Post by: forzendiablo on August 22, 2014, 04:26:59 AM
so the exchange give loans. but what if i looe - how do they make cash from hr loan ive wasted


Title: Re: How does marginal trading work with BTC/LTC?
Post by: unpure on August 22, 2014, 08:43:22 AM
so the exchange give loans. but what if i looe - how do they make cash from hr loan ive wasted

They require you to have collateral, which is higher than the loan amount you get.

If you lose money, you will lose your own money first and the remaining to be pay back to lender.


Title: Re: How does marginal trading work with BTC/LTC?
Post by: itsAj on August 23, 2014, 07:32:52 AM
The profit from trading is based on a small percentage from the sale, not the full amount.

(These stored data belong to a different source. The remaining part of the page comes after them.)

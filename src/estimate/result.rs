//! The estimate record the JSON `estimates` items are made from.

use super::contrast::{ContrastLabel, ContrastSpec};
use crate::problem::{Estimand, Scale};
use serde::ser::SerializeMap;
use serde::{Serialize, Serializer};

/// The mean outcome under each of the two exposure settings compared.
/// Serialised with the keys `exposed` and `unexposed`, or, for a contrast
/// of levels or doses, with the two values as keys.
#[derive(Debug, Clone, PartialEq)]
pub struct Means {
    /// Mean outcome had everyone in the estimand's population been exposed
    /// (a categorical exposure: at the level compared; a continuous one:
    /// at the second dose of the contrast, or one unit above the observed).
    pub exposed: f64,
    /// ... had they been unexposed (the reference level; the first dose).
    pub unexposed: f64,
    /// The keys, (level, reference), for a contrast of levels or doses.
    pub labels: Option<[String; 2]>,
}

fn serialize_label<S: Serializer>(spec: &ContrastSpec, s: S) -> std::result::Result<S::Ok, S::Error> {
    spec.label.serialize(s)
}

impl Estimate {
    /// The two levels or doses compared, when the contrast is labelled.
    pub fn contrast(&self) -> Option<&ContrastLabel> {
        self.spec.label.as_ref()
    }
}

impl Serialize for Means {
    fn serialize<S: Serializer>(&self, s: S) -> std::result::Result<S::Ok, S::Error> {
        let mut m = s.serialize_map(Some(2))?;
        match &self.labels {
            Some([a, b]) => {
                m.serialize_entry(a, &self.exposed)?;
                m.serialize_entry(b, &self.unexposed)?;
            }
            None => {
                m.serialize_entry("exposed", &self.exposed)?;
                m.serialize_entry("unexposed", &self.unexposed)?;
            }
        }
        m.end()
    }
}

/// The level of the subgroup column an estimate is within (the JSON
/// rows' and curves' `subgroup`).
#[derive(Debug, Clone, PartialEq, Eq, Serialize)]
pub struct SubgroupLevel {
    /// The subgroup column.
    pub variable: String,
    /// The level's label.
    pub level: String,
}

/// One method's estimate, with its analytic interval.
#[derive(Debug, Clone, Serialize)]
pub struct Estimate {
    /// `regression`, `ipw`, `ipw-ht`, `aipw` or `frontdoor`.
    pub method: String,
    /// The estimand.
    pub estimand: Estimand,
    /// The scale.
    pub scale: Scale,
    /// The contrast reported; the JSON shows its label as `contrast`
    /// (the two levels or doses compared), absent when it has none.
    #[serde(
        rename = "contrast",
        skip_serializing_if = "ContrastSpec::unlabelled",
        serialize_with = "serialize_label"
    )]
    pub spec: ContrastSpec,
    /// The subgroup the effect is within (absent: everyone).
    #[serde(skip_serializing_if = "Option::is_none")]
    pub subgroup: Option<SubgroupLevel>,
    /// Time to event: the time at which the arms are compared.
    #[serde(skip_serializing_if = "Option::is_none")]
    pub horizon: Option<f64>,
    /// Time to event: what is compared (risk, survival, restricted mean).
    #[serde(skip_serializing_if = "Option::is_none")]
    pub measure: Option<crate::survival::Measure>,
    /// Point estimate on `scale`.
    pub estimate: f64,
    /// Standard error on `scale` (delta method; for ratio and odds the
    /// interval is formed on the log scale).
    pub std_error: f64,
    /// Confidence interval.
    pub ci: [f64; 2],
    /// How the interval was made (`sandwich`).
    pub ci_method: String,
    /// With multiple imputation: the fraction of missing information
    /// (see [`crate::infer::pool`]).
    #[serde(skip_serializing_if = "Option::is_none")]
    pub fraction_missing_information: Option<f64>,
    /// With multiple imputation: the Barnard-Rubin degrees of freedom of
    /// the pooled interval.
    #[serde(skip_serializing_if = "Option::is_none")]
    pub df: Option<f64>,
    /// Confidence level.
    pub level: f64,
    /// Mean outcome under each setting, when the method forms them.
    #[serde(skip_serializing_if = "Option::is_none")]
    pub means: Option<Means>,
    /// Plain statements of how the estimate was made (model forms).
    #[serde(skip)]
    pub notes: Vec<String>,
    /// Warnings for the report's `warnings` list.
    #[serde(skip)]
    pub warnings: Vec<String>,
}

/// The two-sided normal quantile for `level` (e.g. 1.96 for 0.95), from
/// [`crate::dist::normal_critical`]; NaN for a level outside (0, 1), which
/// the options refuse before any estimation.
pub fn z_value(level: f64) -> f64 {
    crate::dist::normal_critical(level).unwrap_or(f64::NAN)
}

For example:

You buy 1 btc for $500, then sell it for $505. This full $505 amount is not all profit, because you bought it for $500. You really only made $5 on the trade, or 1%. You're doing large transactions for small profit, which is the margin.
This is not a 100% true statement. How margin works is that you only pay for some percentage of the full price of the investment. Say for example that BTC is trading at $500 but you only have $200. You could borrow $300, add it to the $200 that you have and buy 1 BTC. If the price were to go up to $510 then you would have a profit of $10 minus your interest costs.

If you were not trading on margin then you would have only purchased .4 BTC for $200 and when the price went to $510, your position would only be worth $204. So your profit (and potential losses) are magnified.


Title: Re: How does marginal trading work with BTC/LTC?
Post by: tee-rex on August 23, 2014, 02:11:28 PM
okay so i play with lended money. so how do they profit if i loose? i spend 1USD yet they hav to spend 2 exta for me.

also does that mean i can buy unlimited BTC or LTC?

You can only lose your money. When your account shrinks to a certain degree (established by the broker), you will get what is called "margin call" (no pun), which means that you should either deposit more money in the account or to sell off some of your assets. If you don't do this, your positions will be closed by the broker, so that they don't inflict losses upon themselves.


Title: Re: How does marginal trading work with BTC/LTC?
Post by: forzendiablo on August 24, 2014, 03:02:33 AM
so anybody makes money on that or not really?